# Ford 3000 regulator



## tt500 (Feb 18, 2012)

Hi i have a uk 1972 made ford 3000 , i need a new regulator , can anyone tell me if its a 11 or 22amp , no info on the old one 

from windy Lincolnshire UK


----------



## Big_T (Dec 1, 2011)

The regulator for your tractor is P/N DONN10505A (12V, *22Amp*).

The replacement regulator for the above is P/N 82847719.

You can check this out: 
- Click on Messick's at the top of this page.
- Click on Parts Diagrams. 
- Click on New Holland.
- Enter 3000 for your model number.
- Click on Ford 3000 3 Cyl 1/65 - 12/74. 
- Click on electrical system. 
- Click on left hand side of engine.
- See item No. 40 (regulator)

Does your tractor have an alternator or a generator?? An alternator has a 35 amp regulator. See Messick's above.


----------



## tt500 (Feb 18, 2012)

Thanks for that , got the new regulator , now the next small problem !!

the old regulator was non standard, the new one is genuine replacment , does any one have a wiring diagram for this part ??

many thanks


----------



## Big_T (Dec 1, 2011)

Try a Yahoo search for "ford 3000 tractor wiring diagram".


----------



## tt500 (Feb 18, 2012)

Thanks for that , Brilliant , had been trying Google with no luck , Im also looking for picture / detailed drawing of the back / connections of the instrument panel if anyone has one ??

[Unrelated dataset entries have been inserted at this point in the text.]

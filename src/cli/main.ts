/**
 * The shellrank command line: parses arguments, calls the library, prints.
 * Every command lives in src/cli/commands/<verb>.ts and exports `register(program, io)`.
 * Errors: InputError -> one line on stderr, exit 2; ComputationError -> one line, exit 3;
 * anything else -> one line naming it an internal error, exit 70. `--debug` adds the stack.
 */
import { Command, CommanderError } from 'commander';
import { ComputationError, EXIT_CODES, InputError } from '../core/errors';
import { SHELLRANK_VERSION } from '../core/provenance';
import { COMMANDS } from './commands/index';
import type { CliIo } from './io';
import { escapeForTerminal } from './terminal-text';

export function buildProgram(io: CliIo): Command {
  const program = new Command();
  program
    .name('shellrank')
    .description('Rank candidate atomic structures against one measured EXAFS spectrum')
    .version(SHELLRANK_VERSION)
    .option('--debug', 'show stack traces on errors')
    .showHelpAfterError('(run with --help for usage)')
    .configureOutput({
      writeOut: (s) => io.stdout(s),
      writeErr: (s) => io.stderr(s),
    })
    .exitOverride();
  for (const register of COMMANDS) register(program, io);
  return program;
}

/** Run the CLI with argv (without node and script); resolves to the exit code. */
export async function runCli(argv: readonly string[], io: CliIo): Promise<number> {
  const program = buildProgram(io);
  const debug = argv.includes('--debug');
  try {
    await program.parseAsync([...argv], { from: 'user' });
    return EXIT_CODES.ok;
  } catch (error) {
    if (error instanceof CommanderError) {
      // commander already printed its message (help, version or a usage error)
      return error.exitCode === 0 ? EXIT_CODES.ok : EXIT_CODES.input;
    }
    if (error instanceof InputError) {
      io.stderr(`shellrank: error: ${escapeForTerminal(error.message)}\n`);
      if (debug) io.stderr(`${error.stack}\n`);
      return EXIT_CODES.input;
    }
    if (error instanceof ComputationError) {
      io.stderr(`shellrank: computation failed: ${escapeForTerminal(error.message)}\n`);
      if (debug) io.stderr(`${error.stack}\n`);
      return EXIT_CODES.computation;
    }
    const message = error instanceof Error ? error.message : String(error);
    io.stderr(`shellrank: internal error: ${escapeForTerminal(message.split('\n')[0])} (run with --debug for details)\n`);
    if (debug && error instanceof Error) io.stderr(`${error.stack}\n`);
    return EXIT_CODES.internal;
  }
}
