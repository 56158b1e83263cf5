/**
 * PDB coordinate files (fixed-column records).
 *
 * Column layout after the wwPDB "Atomic Coordinate Entry Format Description", version 3.3
 * (wwPDB, 2012), 1-based inclusive columns:
 * - ATOM / HETATM: atom name 13-16, alternate location 17, residue name 18-20, chain 22,
 *   residue number 23-26, x 31-38, y 39-46, z 47-54 (Å), occupancy 55-60, element 77-78.
 *   When the element columns are blank, the element is taken from the atom name (columns
 *   13-14 with digits and spaces removed; a two-letter element only when the name starts in
 *   column 13), and a warning in info.extra says so.
 * - CRYST1: a 7-15, b 16-24, c 25-33 (Å), alpha 34-40, beta 41-47, gamma 48-54 (degrees),
 *   space group 56-66. The cell becomes the lattice in the standard PDB orthogonalisation
 *   (a along x, b in the xy plane). The placeholder cell 1 1 1 90 90 90 that the format
 *   prescribes for non-crystallographic entries means "no lattice". The coordinates are the
 *   asymmetric unit: symmetry mates other than lattice translations are not generated, which a
 *   warning says when the space group is not P 1.
 * - MODEL / ENDMDL: one frame per model; END ends the file. Other records are ignored.
 * Labels are the trimmed atom names.
 */
import { InputError } from '../../core/errors';
import type { StructureFormat } from '../registry';
import { latticeFromParameters, makeStructure, type Structure, type StructureInfo } from '../../structure/structure';
import { LineCursor, MIN_UNIT_CELL_VOLUME, SpeciesResolver, locate, parseInteger, parseReal, quote, unitCellVolume } from './text';

interface PendingFrame {
  species: string[];
  labels: string[];
  positions: number[];
  occupancy: number[];
  /** Number of atoms whose element came from the atom name. */
  guessed: number;
  model: string | null;
  line: number;
}

function newFrame(model: string | null, line: number): PendingFrame {
  return { species: [], labels: [], positions: [], occupancy: [], guessed: 0, model, line };
}

/** Columns [from, to] (1-based, inclusive) of a line, trimmed; '' past the end. */
function columns(line: string, from: number, to: number): string {
  return line.slice(from - 1, to).trim();
}

/**
 * Read all models of a PDB file.
 *
 * @throws InputError (file, 1-based line, field) on unreadable coordinates, occupancies or
 * cell numbers, unknown elements, unbalanced MODEL/ENDMDL, or a file with no atoms.
 */
export function readPdb(text: string, file: string): Structure[] {
  const cursor = new LineCursor(text);
  const resolver = new SpeciesResolver();
  const frames: PendingFrame[] = [];
  let lattice: Float64Array | null = null;
  let cellLine = 0;
  let spaceGroup = '';
  let open: PendingFrame | null = null; // inside MODEL ... ENDMDL
  let loose: PendingFrame | null = null; // atoms outside any MODEL
  let title = '';
  while (cursor.next()) {
    const line = cursor.line();
    const lineNumber = cursor.lineNumber;
    const record = line.slice(0, 6).trimEnd().toUpperCase();
    if (record === 'ATOM' || record === 'HETATM') {
      const where = (key: string) => ({ file, line: lineNumber, key });
      const coordinates = [0, 0, 0];
      for (let axis = 0; axis < 3; axis++) {
        const from = 31 + 8 * axis;
        const field = columns(line, from, from + 7);
        const value = parseReal(field);
        if (Number.isNaN(value)) {
          throw new InputError(`${'xyz'[axis]} coordinate (columns ${from}-${from + 7}) ${quote(field)} is not a number`, where('xyz'[axis]));
        }
        coordinates[axis] = value;
      }
      const occupancyField = columns(line, 55, 60);
      let occupancy = 1;
      if (occupancyField.length > 0) {
        occupancy = parseReal(occupancyField);
        if (!(occupancy >= 0 && occupancy <= 1)) {
          throw new InputError(`occupancy (columns 55-60) ${quote(occupancyField)} is not a number between 0 and 1`, where('occupancy'));
        }
      }
      const rawName = line.slice(12, 16);
      const name = rawName.trim();
      const elementField = columns(line, 77, 78);
      let symbol: string | null;
      let guessed = false;
      if (elementField.length > 0) {
        symbol = resolver.resolve(elementField);
        if (symbol === null || /\d/.test(elementField)) {
          throw new InputError(`unknown element (columns 77-78) ${quote(elementField)}`, where('element'));
        }
      } else {
        // Element from the name: columns 13-14 without digits and spaces.
        const head = rawName.slice(0, 2).replace(/[\d\s]/g, '');
        symbol = head.length === 2 ? resolver.resolve(head) : null;
        if (symbol === null && head.length >= 1) symbol = resolver.resolve(head[0]);
        if (symbol === null && name.length > 0) symbol = resolver.resolve(name.replace(/[^A-Za-z]/g, '').slice(0, 1));
        if (symbol === null) {
          throw new InputError(`no element in columns 77-78 and none can be read from the atom name ${quote(name)}`, where('element'));
        }
        guessed = true;
      }
      let frame = open;
      if (!frame) {
        if (!loose) { loose = newFrame(null, lineNumber); frames.push(loose); }
        frame = loose;
      }
      frame.species.push(symbol);
      frame.labels.push(name.length > 0 ? name : `${symbol}${frame.species.length}`);
      frame.positions.push(coordinates[0], coordinates[1], coordinates[2]);
      frame.occupancy.push(occupancy);
      if (guessed) frame.guessed++;
    } else if (record === 'CRYST1') {
      const names = ['a', 'b', 'c', 'alpha', 'beta', 'gamma'];
      const spans: [number, number][] = [[7, 15], [16, 24], [25, 33], [34, 40], [41, 47], [48, 54]];
      const cell = spans.map(([from, to], k) => {
        const field = columns(line, from, to);
        const value = parseReal(field);
        if (Number.isNaN(value)) {
          throw new InputError(`CRYST1 ${names[k]} (columns ${from}-${to}) ${quote(field)} is not a number`, { file, line: lineNumber, key: names[k] });
        }
        return value;
      });
      for (let k = 0; k < 3; k++) {
        if (!(cell[k] > 0)) throw new InputError(`CRYST1 ${names[k]} = ${cell[k]} is not a positive length`, { file, line: lineNumber, key: names[k] });
        if (!(cell[k + 3] > 0 && cell[k + 3] < 180)) throw new InputError(`CRYST1 ${names[k + 3]} = ${cell[k + 3]} is not between 0 and 180 degrees`, { file, line: lineNumber, key: names[k + 3] });
      }
      if (!(unitCellVolume(cell[3], cell[4], cell[5]) > MIN_UNIT_CELL_VOLUME)) {
        throw new InputError(`CRYST1 angles ${cell[3]}, ${cell[4]}, ${cell[5]} degrees do not make a cell`, { file, line: lineNumber, key: 'alpha' });
      }
      spaceGroup = columns(line, 56, 66);
      cellLine = lineNumber;
      const placeholder = cell[0] === 1 && cell[1] === 1 && cell[2] === 1 && cell[3] === 90 && cell[4] === 90 && cell[5] === 90;
      if (placeholder) {
        lattice = null;
      } else {
        try {
          lattice = latticeFromParameters(cell[0], cell[1], cell[2], cell[3], cell[4], cell[5]);
        } catch (error) {
          locate(error, file, lineNumber);
        }
      }
    } else if (record === 'MODEL') {
      if (open) throw new InputError(`MODEL inside model ${open.model ?? ''} (opened on line ${open.line}) without ENDMDL`, { file, line: lineNumber });
      const serial = columns(line, 7, 80);
      if (serial.length > 0 && Number.isNaN(parseInteger(serial))) {
        throw new InputError(`MODEL serial number ${quote(serial)} is not a whole number`, { file, line: lineNumber });
      }
      open = newFrame(serial || String(frames.length + 1), lineNumber);
      frames.push(open);
    } else if (record === 'ENDMDL') {
      if (!open) throw new InputError('ENDMDL without a MODEL', { file, line: lineNumber });
      open = null;
    } else if (record === 'END') {
      break;
    } else if (record === 'TITLE' || record === 'HEADER') {
      if (record === 'HEADER' || title.length === 0) title = columns(line, 11, 80);
      else title += ` ${columns(line, 11, 80)}`;
    }
  }
  if (open) throw new InputError(`MODEL ${open.model} (line ${open.line}) is never closed by ENDMDL`, { file, line: cursor.lineNumber });
  const withAtoms = frames.filter((f) => f.species.length > 0);
  if (withAtoms.length === 0) {
    throw new InputError('no ATOM or HETATM records', { file, line: Math.max(1, cursor.lineNumber) });
  }
  const compactGroup = spaceGroup.replace(/\s+/g, '').toUpperCase();
  return withAtoms.map((frame, index) => {
    const extra: Record<string, string> = {};
    const warnings: string[] = [];
    if (frame.model !== null) extra.model = frame.model;
    if (spaceGroup) extra.spaceGroup = spaceGroup;
    if (lattice && compactGroup !== '' && compactGroup !== 'P1') {
      warnings.push(`space group ${spaceGroup}: the coordinates are the asymmetric unit; only lattice translations are applied, other symmetry mates are missing`);
    }
    if (frame.guessed > 0) {
      warnings.push(`${frame.guessed} atoms have blank element columns 77-78; their elements were read from the atom names`);
    }
    if (warnings.length > 0) extra.warning = warnings.join('; ');
    const info: StructureInfo = { file, format: 'pdb', frame: index, extra };
    if (title) info.title = title;
    try {
      return makeStructure({
        species: frame.species, positions: frame.positions, occupancy: frame.occupancy,
        labels: frame.labels, lattice, info,
      });
    } catch (error) {
      return locate(error, file, cellLine || frame.line);
    }
  });
}

/** Content test: a PDB record name at the start of one of the first lines. */
export function sniffPdb(text: string): boolean {
  const cursor = new LineCursor(text.length > 16384 ? text.slice(0, 16384) : text);
  let lines = 0;
  while (cursor.next() && lines++ < 200) {
    const record = cursor.text.slice(cursor.start, Math.min(cursor.end, cursor.start + 6));
    if (record === 'ATOM  ' || record === 'HETATM' || record === 'CRYST1' || record.startsWith('HEADER') || record === 'MODEL ') return true;
  }
  return false;
}

/** Registry entry for PDB. */
export const PDB_FORMAT: StructureFormat = Object.freeze({
  name: 'pdb',
  description: 'PDB coordinates (ATOM/HETATM with element columns, CRYST1 cell, MODEL frames)',
  extensions: Object.freeze(['.pdb', '.ent']),
  sniff: sniffPdb,
  read: readPdb,
});
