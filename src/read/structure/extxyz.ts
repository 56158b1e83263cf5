/**
 * Extended XYZ structure files: XYZ frames whose comment line holds key=value pairs.
 *
 * Keys read (case-insensitive):
 * - `Lattice="ax ay az bx by bz cx cy cz"`: cell vectors as rows, Å.
 * - `Properties=name:type:count:...`: the atom-line columns, type S (string), R (real),
 *   I (integer) or L (logical). `species:S:1` (or, without species, `Z:I:1`) and `pos:R:3` are
 *   required; a real column named `occupancy` or `occ` gives occupancies, a string column named
 *   `label` gives site labels; all other columns are skipped by their declared widths.
 *   Without Properties the columns are `species:S:1:pos:R:3`.
 * - `pbc="T T T"`: periodicity. All false drops the lattice (a finite cluster in a box); a
 *   mixture keeps the lattice and records a warning, since a Structure is periodic in all three
 *   directions or none.
 * Values may be quoted with "..." (backslash escapes \" and \\) or braces {...}; a bare word is
 * a key with value "T". Every other key is kept as a string in `info.extra`.
 *
 * Reference: the extended XYZ convention as documented with the libAtoms/QUIP and ASE
 * projects (common practice; no formal standard).
 */
import { InputError } from '../../core/errors';
import type { StructureFormat } from '../registry';
import { cellVolume, type Structure } from '../../structure/structure';
import { LineCursor, parseInteger, parseReal, quote } from './text';
import { readXyzFrames, type XyzColumnLayout, type XyzFrameHeader } from './xyz';

/** One key=value pair of a comment line, in file order. */
export interface CommentPair {
  key: string;
  value: string;
}

/**
 * Split an extended-XYZ comment line into key=value pairs.
 *
 * @throws InputError (with the given file and line) on an unterminated quote or brace.
 */
export function parseCommentPairs(comment: string, file: string, line: number): CommentPair[] {
  const pairs: CommentPair[] = [];
  const n = comment.length;
  let i = 0;
  const isSpace = (c: number): boolean => c === 32 || c === 9 || c === 11 || c === 12 || c === 13;
  const readWord = (stopAtEquals: boolean): string => {
    const c = comment.charCodeAt(i);
    if (c === 34) {
      // "..." with backslash escapes
      let out = '';
      i++;
      while (i < n) {
        const d = comment.charCodeAt(i);
        if (d === 92 && i + 1 < n) { out += comment[i + 1]; i += 2; continue; }
        if (d === 34) { i++; return out; }
        out += comment[i];
        i++;
      }
      throw new InputError('unterminated "..." quote in the comment line', { file, line });
    }
    if (c === 123) {
      const close = comment.indexOf('}', i + 1);
      if (close < 0) throw new InputError('unterminated {...} value in the comment line', { file, line });
      const out = comment.slice(i + 1, close);
      i = close + 1;
      return out;
    }
    const start = i;
    while (i < n) {
      const d = comment.charCodeAt(i);
      if (isSpace(d) || (stopAtEquals && d === 61)) break;
      i++;
    }
    return comment.slice(start, i);
  };
  while (i < n) {
    while (i < n && isSpace(comment.charCodeAt(i))) i++;
    if (i >= n) break;
    const key = readWord(true);
    let j = i;
    while (j < n && isSpace(comment.charCodeAt(j))) j++;
    if (j < n && comment.charCodeAt(j) === 61) {
      i = j + 1;
      while (i < n && isSpace(comment.charCodeAt(i))) i++;
      const value = i < n ? readWord(false) : '';
      pairs.push({ key, value });
    } else {
      if (key.length === 0) {
        // a stray "=" with no key
        throw new InputError(`'=' without a key in the comment line`, { file, line });
      }
      pairs.push({ key, value: 'T' });
    }
  }
  return pairs;
}

/** Parse a logical flag as written in extended XYZ (T/F, True/False, 1/0). */
function parseFlag(token: string): boolean | null {
  const t = token.toLowerCase();
  if (t === 't' || t === 'true' || t === '1') return true;
  if (t === 'f' || t === 'false' || t === '0') return false;
  return null;
}

/** Column layout from a Properties value; InputError naming the key on anything malformed. */
export function parseProperties(value: string, file: string, line: number): XyzColumnLayout {
  const where = { file, line, key: 'Properties' };
  const fields = value.split(':');
  if (fields.length % 3 !== 0 || value.length === 0) {
    throw new InputError(`${quote(value)} is not a list of name:type:count triples`, where);
  }
  let column = 0;
  let species = -1;
  let atomicNumber = -1;
  let position = -1;
  let occupancy = -1;
  let label = -1;
  const described: string[] = [];
  for (let f = 0; f < fields.length; f += 3) {
    const name = fields[f];
    const type = fields[f + 1].toUpperCase();
    const count = parseInteger(fields[f + 2]);
    if (name.length === 0) throw new InputError(`property ${f / 3 + 1} has no name`, where);
    if (type !== 'S' && type !== 'R' && type !== 'I' && type !== 'L') {
      throw new InputError(`property '${name}' has type ${quote(fields[f + 1])}; expected S, R, I or L`, where);
    }
    if (!(count >= 1 && count <= 1000)) {
      throw new InputError(`property '${name}' has column count ${quote(fields[f + 2])}; expected a whole number 1-1000`, where);
    }
    const lower = name.toLowerCase();
    const need = (wantType: string, wantCount: number): void => {
      if (type !== wantType || count !== wantCount) {
        throw new InputError(`property '${name}' must be ${name}:${wantType}:${wantCount}, found ${name}:${type}:${count}`, where);
      }
    };
    if (lower === 'species') { need('S', 1); species = column; }
    else if (lower === 'z') { need('I', 1); atomicNumber = column; }
    else if (lower === 'pos') { need('R', 3); position = column; }
    else if (lower === 'occupancy' || lower === 'occ') { need('R', 1); occupancy = column; }
    else if (lower === 'label') { need('S', 1); label = column; }
    described.push(count === 1 ? name : `${name}(${count})`);
    column += count;
  }
  if (species < 0) species = atomicNumber;
  if (species < 0) throw new InputError('no species column (species:S:1, or Z:I:1)', where);
  if (position < 0) throw new InputError('no position columns (pos:R:3)', where);
  return { species, position, occupancy, label, columns: column, exact: true, describe: described.join(' ') };
}

const DEFAULT_LAYOUT: XyzColumnLayout = Object.freeze({
  species: 0, position: 1, occupancy: -1, label: -1, columns: 4, exact: true, describe: 'species x y z',
});

/** Interpret one extended-XYZ comment line. */
export function readExtxyzHeader(comment: string, file: string, line: number): XyzFrameHeader {
  const pairs = parseCommentPairs(comment, file, line);
  let layout = DEFAULT_LAYOUT;
  let lattice: Float64Array | null = null;
  let pbc: boolean[] | null = null;
  const extra: Record<string, string> = {};
  for (const { key, value } of pairs) {
    const lower = key.toLowerCase();
    if (lower === 'properties') {
      layout = parseProperties(value, file, line);
    } else if (lower === 'lattice') {
      const tokens = value.trim().split(/\s+/);
      if (tokens.length !== 9) {
        throw new InputError(`expected 9 numbers (three cell vectors), found ${tokens.length}`, { file, line, key: 'Lattice' });
      }
      lattice = new Float64Array(9);
      for (let k = 0; k < 9; k++) {
        const v = parseReal(tokens[k]);
        if (Number.isNaN(v)) throw new InputError(`${quote(tokens[k])} is not a finite number`, { file, line, key: 'Lattice' });
        lattice[k] = v;
      }
      const volume = cellVolume(lattice);
      if (!(Math.abs(volume) > 1e-6)) {
        throw new InputError(`the cell vectors are degenerate (volume ${volume} Å^3)`, { file, line, key: 'Lattice' });
      }
    } else if (lower === 'pbc') {
      const tokens = value.trim().split(/\s+/);
      const flags = tokens.map(parseFlag);
      if ((flags.length !== 3 && flags.length !== 1) || flags.some((f) => f === null)) {
        throw new InputError(`${quote(value)} is not three logical flags such as "T T T"`, { file, line, key: 'pbc' });
      }
      pbc = flags.length === 1 ? [flags[0]!, flags[0]!, flags[0]!] : (flags as boolean[]);
      extra[key] = value;
    } else {
      extra[key] = value;
    }
  }
  if (pbc && lattice) {
    const periodic = pbc.filter(Boolean).length;
    if (periodic === 0) {
      extra.lattice = Array.from(lattice).join(' ');
      lattice = null;
    } else if (periodic < 3) {
      extra.warning = `pbc="${pbc.map((p) => (p ? 'T' : 'F')).join(' ')}" is periodic in only some directions; `
        + 'the lattice is kept and treated as periodic in all three, so make sure the vacuum exceeds any cluster radius used';
    }
  } else if (pbc && !lattice && pbc.some(Boolean)) {
    throw new InputError('pbc says the frame is periodic but no Lattice= is given', { file, line, key: 'pbc' });
  }
  return { layout, lattice, title: comment.trim(), extra };
}

/** Read all frames of an extended XYZ file. */
export function readExtxyz(text: string, file: string): Structure[] {
  return readXyzFrames(text, file, 'extxyz', (comment, line) => readExtxyzHeader(comment, file, line));
}

function quoteValue(value: string): string {
  return `"${value.replace(/\\/g, '\\\\').replace(/"/g, '\\"')}"`;
}

function isDefaultLabels(structure: Structure): boolean {
  for (let i = 0; i < structure.species.length; i++) {
    if (structure.labels[i] !== `${structure.species[i]}${i + 1}`) return false;
  }
  return true;
}

/**
 * Write one frame as extended XYZ: Lattice and pbc="T T T" when periodic, an occupancy column
 * when any occupancy differs from 1, a label column when the labels are not the default
 * species+index (whitespace inside a label becomes "_"), and the string keys of info.extra whose
 * names are plain words.
 */
export function writeExtxyz(structure: Structure): string {
  const n = structure.species.length;
  let withOccupancy = false;
  for (let i = 0; i < n; i++) if (structure.occupancy[i] !== 1) withOccupancy = true;
  const withLabels = !isDefaultLabels(structure);
  const header: string[] = [];
  if (structure.lattice) header.push(`Lattice=${quoteValue(Array.from(structure.lattice).join(' '))}`);
  header.push(`Properties=species:S:1:pos:R:3${withOccupancy ? ':occupancy:R:1' : ''}${withLabels ? ':label:S:1' : ''}`);
  if (structure.lattice) header.push('pbc="T T T"');
  const reserved = new Set(['lattice', 'properties', 'pbc', 'warning']);
  for (const [key, value] of Object.entries(structure.info.extra ?? {})) {
    if (!/^[A-Za-z_][A-Za-z0-9_.-]*$/.test(key) || reserved.has(key.toLowerCase())) continue;
    header.push(`${key}=${quoteValue(value.replace(/[\r\n]+/g, ' '))}`);
  }
  const lines: string[] = [String(n), header.join(' ')];
  const p = structure.positions;
  for (let i = 0; i < n; i++) {
    let row = `${structure.species[i]} ${p[3 * i]} ${p[3 * i + 1]} ${p[3 * i + 2]}`;
    if (withOccupancy) row += ` ${structure.occupancy[i]}`;
    if (withLabels) row += ` ${structure.labels[i].replace(/\s+/g, '_') || '_'}`;
    lines.push(row);
  }
  return lines.join('\n') + '\n';
}

/** Content test: an integer first line and Lattice= or Properties= on the second line. */
export function sniffExtxyz(text: string): boolean {
  const cursor = new LineCursor(text.length > 8192 ? text.slice(0, 8192) : text);
  if (!cursor.next() || cursor.tokenize() !== 1 || !(parseInteger(cursor.token(0)) >= 0)) return false;
  if (!cursor.next()) return false;
  const comment = cursor.line().toLowerCase();
  return comment.includes('lattice=') || comment.includes('properties=');
}

/** Registry entry for extended XYZ. */
export const EXTXYZ_FORMAT: StructureFormat = Object.freeze({
  name: 'extxyz',
  description: 'extended XYZ (XYZ frames with Lattice=, Properties= and pbc= on the comment line)',
  extensions: Object.freeze(['.extxyz', '.exyz']),
  sniff: sniffExtxyz,
  read: readExtxyz,
  write: writeExtxyz,
});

no luck with Yahoo or google , all help appreciated 

thanks


----------



## Big_T (Dec 1, 2011)

Just a short note to ENSURE that you found the wiring diagram for a 12V negative ground system. I could not upload the wiring diagram. Wrong format....


----------



## Hacke (Feb 22, 2011)

The regulator is of the type Lucas RB340, info on pages 17-26 here:
http://mgaguru.com/mgtech/books/pdf/Lucas_Generator_and_Control_Box_Tests.pdf

Wiring diagram here, it is the upper diagram for your tractor ("B" prefix to serial number means UK made):
http://www.fordsontractorpages.nl/phpbb3/viewtopic.php?f=4&t=2963

Picture and description of connections on back of cluster (a 4000, same for 3000):
http://www.fordsontractorpages.nl/phpbb3/viewtopic.php?p=13318

Link to the picture above in a more pleasant size:
http://www.fotothing.com/photos/193/1932d2d1324bc011e9a82c8f8d2f9ce1_3c4.jpg

The upper holes are for panel light bulbs and the lower two are for warning light bulbs. Hold the "empty" cluster to a light and you see a flash for the generator warning light and an oil can for the engine oil pressure warning light.

While you have everything apart, make sure you have good electrical connection between the voltage stabilizer housing and the cluster housing. It is essential with a good ground to make the gauges work properly.


----------